■ PROBLEM TO WORK ON ■
If a line in the entries below includes "that", pick it out and copy it.

(Collected data)
---+---

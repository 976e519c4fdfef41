namespace Stochastic.Chains.Kernels;

/// <summary>Turns two neighboring rows or columns of a row-major table by one angle (Givens 1958). O(length).</summary>
internal static class PlaneRotation
{
    /// <summary>Two rows, (upper, lower) to (cosine · upper + sine · lower, cosine · lower − sine · upper), from one column on.</summary>
    internal static void OfRows(Span<double> rows, int fromColumn, double cosine, double sine)
    {
        var upper = rows[fromColumn..(rows.Length / 2)];
        var lower = rows[(rows.Length / 2)..].Slice(fromColumn, upper.Length);
        for (var column = 0; column < upper.Length; column++)
        {
            (upper[column], lower[column]) = Turn(upper[column], lower[column], cosine, sine);
        }
    }

    /// <summary>The column and the one right of it, in all rows of the table.</summary>
    internal static void OfColumns(Span<double> table, int stride, int column, double cosine, double sine)
    {
        for (var index = column; index < table.Length; index += stride)
        {
            (table[index], table[index + 1]) = Turn(table[index], table[index + 1], cosine, sine);
        }
    }

    private static (double First, double Second) Turn(double first, double second, double cosine, double sine) =>
        ((cosine * first) + (sine * second), (cosine * second) - (sine * first));
}
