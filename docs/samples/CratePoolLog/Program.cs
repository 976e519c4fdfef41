using System.Text;

namespace CratePoolLog;

/// <summary>
/// Writes the invented scan log of the crate pool sample: the same bytes on every machine. Pool, crates and scans are invented;
/// any likeness to a real pool is chance.
/// </summary>
public static class Program
{
    private const ulong Seed = 20_250_106;

    /// <summary>Writes the log to the path given, or as crate-pool-scans.csv into the current folder.</summary>
    /// <param name="args">The path to write to.</param>
    public static void Main(string[] args)
    {
        ArgumentNullException.ThrowIfNull(args);
        Write(args.Length > 0 ? args[0] : "crate-pool-scans.csv");
    }

    /// <summary>Writes the log: a line of column names, then one line for each scan.</summary>
    /// <param name="path">The file to write; an old one is replaced.</param>
    public static void Write(string path)
    {
        using var writer = new StreamWriter(path, append: false, new UTF8Encoding(encoderShouldEmitUTF8Identifier: false)) { NewLine = "\n" };
        writer.WriteLine("crate,scanned_at,stage");
        foreach (var scan in ScanLog.Invent(Seed))
        {
            writer.WriteLine(scan.ToRow());
        }
    }
}
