namespace Stochastic.Chains.Kernels;

/// <summary>
/// Immediate dominators: the last node that every way from the root to a node passes before it (Cooper, Harvey and Kennedy 2001). A few
/// passes over the arcs.
/// </summary>
internal static class Dominators
{
    /// <summary>The immediate dominator of each node; the root is its own. Every node must be reachable from the root.</summary>
    /// <param name="onward">The arcs.</param>
    /// <param name="backward">The same arcs the other way round.</param>
    /// <param name="root">Where all ways start.</param>
    internal static int[] Immediate(SparseGraph onward, SparseGraph backward, int root)
    {
        var order = InPostorder(onward, root);
        var rank = new int[order.Length];
        for (var position = 0; position < order.Length; position++)
        {
            rank[order[position]] = position;
        }

        var dominators = new int[order.Length];
        Array.Fill(dominators, -1);
        dominators[root] = root;
        for (var hasChanged = true; hasChanged;)
        {
            hasChanged = false;
            for (var position = order.Length - 2; position >= 0; position--)
            {
                var node = order[position];
                var common = Common(backward, node, dominators, rank);
                hasChanged |= common != dominators[node];
                dominators[node] = common;
            }
        }

        return dominators;
    }

    private static int Common(SparseGraph backward, int node, int[] dominators, int[] rank)
    {
        var common = -1;
        var cursor = backward.FirstCursor(node);
        for (var other = backward.NextTarget(node, ref cursor); other >= 0; other = backward.NextTarget(node, ref cursor))
        {
            if (dominators[other] < 0)
            {
                continue;
            }

            var meeting = other;
            while (common >= 0 && meeting != common)
            {
                if (rank[meeting] < rank[common])
                {
                    meeting = dominators[meeting];
                }
                else
                {
                    common = dominators[common];
                }
            }

            common = meeting;
        }

        return common;
    }

    private static int[] InPostorder(SparseGraph graph, int root)
    {
        var order = new List<int>(graph.NodeCount);
        var seen = new bool[graph.NodeCount];
        var cursors = new int[graph.NodeCount];
        var path = new Stack<int>([root]);
        seen[root] = true;
        cursors[root] = graph.FirstCursor(root);
        while (path.TryPeek(out var node))
        {
            var next = graph.NextTarget(node, ref cursors[node]);
            if (next < 0)
            {
                order.Add(path.Pop());
            }
            else if (!seen[next])
            {
                seen[next] = true;
                cursors[next] = graph.FirstCursor(next);
                path.Push(next);
            }
        }

        return [.. order];
    }
}
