namespace Stochastic.Chains.Kernels;

/// <summary>
/// The strongly connected components of a graph in O(nodes + arcs), without recursion (Tarjan 1972, SIAM J. Comput. 1, 146–160).
/// Components are numbered so that every arc between two of them leads from the higher number to the lower.
/// </summary>
internal readonly struct StronglyConnectedComponents : IGraphAlgorithm<Components>
{
    private const int Unseen = -1;

    public Components Run<TGraph>(TGraph graph)
        where TGraph : struct, IGraph
    {
        var count = graph.NodeCount;
        var component = new int[count];
        component.AsSpan().Fill(Unseen);
        var order = new int[count];
        order.AsSpan().Fill(Unseen);
        var lowest = new int[count];
        var cursors = new int[count];
        var open = new Stack<int>();
        var path = new Stack<int>();
        var seen = 0;
        var components = 0;
        for (var root = 0; root < count; root++)
        {
            if (order[root] == Unseen)
            {
                Enter(root);
            }

            while (path.TryPeek(out var node))
            {
                var target = graph.NextTarget(node, ref cursors[node]);
                if (target < 0)
                {
                    Leave(node);
                }
                else if (order[target] == Unseen)
                {
                    Enter(target);
                }
                else if (component[target] == Unseen)
                {
                    lowest[node] = Math.Min(lowest[node], order[target]);
                }
            }
        }

        return new Components(component, components);

        void Enter(int node)
        {
            order[node] = lowest[node] = seen++;
            cursors[node] = graph.FirstCursor(node);
            open.Push(node);
            path.Push(node);
        }

        void Leave(int node)
        {
            path.Pop();
            if (path.TryPeek(out var parent))
            {
                lowest[parent] = Math.Min(lowest[parent], lowest[node]);
            }

            if (lowest[node] != order[node])
            {
                return;
            }

            int member;
            do
            {
                member = open.Pop();
                component[member] = components;
            }
            while (member != node);
            components++;
        }
    }
}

---+---

■ RESULT OF THIS TASK ■
/// Immediate dominators: the last node that every way from the root to a node passes before it (Cooper, Harvey and Kennedy 2001). A few
/// Components are numbered so that every arc between two of them leads from the higher number to the lower.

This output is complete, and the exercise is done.